Activity >> Transcribe exactly the span of lines that begins the records and ends with the line holding "x = np.asarray(x, dtype=float)", both boundary lines included.

Data provided >>
"""A frozen spectrum of the harmonic oscillator, H = p^2/2 + x^2/2 with hbar = 1, made from Hermite functions."""

from __future__ import annotations

import numpy as np

from specterm.spectrum.result import Level, Spectrum
from specterm.views.scene import Axes


def hermite_functions(count, x):
    """Return the first `count` normalised Hermite functions, shape (count, n), by their three-term recurrence."""
    x = np.asarray(x, dtype=float)
    rows = [np.pi**-0.25 * np.exp(-(x**2) / 2)]
    if count > 1:
        rows.append(np.sqrt(2.0) * x * rows[0])
    for n in range(2, count):
        rows.append(np.sqrt(2 / n) * x * rows[-1] - np.sqrt((n - 1) / n) * rows[-2])
    return np.array(rows[:count]).reshape(count, len(x))


class States:
    """The eigenstates; `phase` not None multiplies them by exp(i phase x)."""

    def __init__(self, count, phase=None):
        """Keep how many there are."""
        self.count, self.phase = count, phase

    def evaluate(self, x, derivative=0):
        """Return values or first derivatives, shape (count, n)."""
        rows = hermite_functions(self.count + 1, x)
        values = rows[: self.count]
        if derivative:
            n = np.arange(self.count)[:, None]
            values = np.asarray(x) * values - np.sqrt(2 * (n + 1)) * rows[1:]
        return values if self.phase is None else values * np.exp(1j * self.phase * np.asarray(x))


def spectrum(count=4, *, phase=None, values=None, threshold=None, kind="bound", reach=9.0, error=3e-12):
    """Return the spectrum with levels n + 1/2."""
    energies = [n + 0.5 for n in range(count)] if values is None else values
    levels = tuple(
        Level(n, energies[n], None if kind == "box" else error, kind, n, "even" if n % 2 == 0 else "odd") for n in range(count)
    )
    return Spectrum(
        levels=levels, states=States(count, phase), bound=None, threshold=threshold, complete=True, left=-reach, right=reach,
        basis="elements of order 14", unknowns=113, tolerance=1e-8, seconds=0.0031, values=np.array(energies, dtype=float),
    )


def potential(x):
    """Return x^2/2."""
    with np.errstate(over="ignore"):
        return np.asarray(x, dtype=float) ** 2 / 2


AXES = Axes("x", "", "")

Expected output >>
"""A frozen spectrum of the harmonic oscillator, H = p^2/2 + x^2/2 with hbar = 1, made from Hermite functions."""

from __future__ import annotations

import numpy as np

from specterm.spectrum.result import Level, Spectrum
from specterm.views.scene import Axes


def hermite_functions(count, x):
    """Return the first `count` normalised Hermite functions, shape (count, n), by their three-term recurrence."""
    x = np.asarray(x, dtype=float)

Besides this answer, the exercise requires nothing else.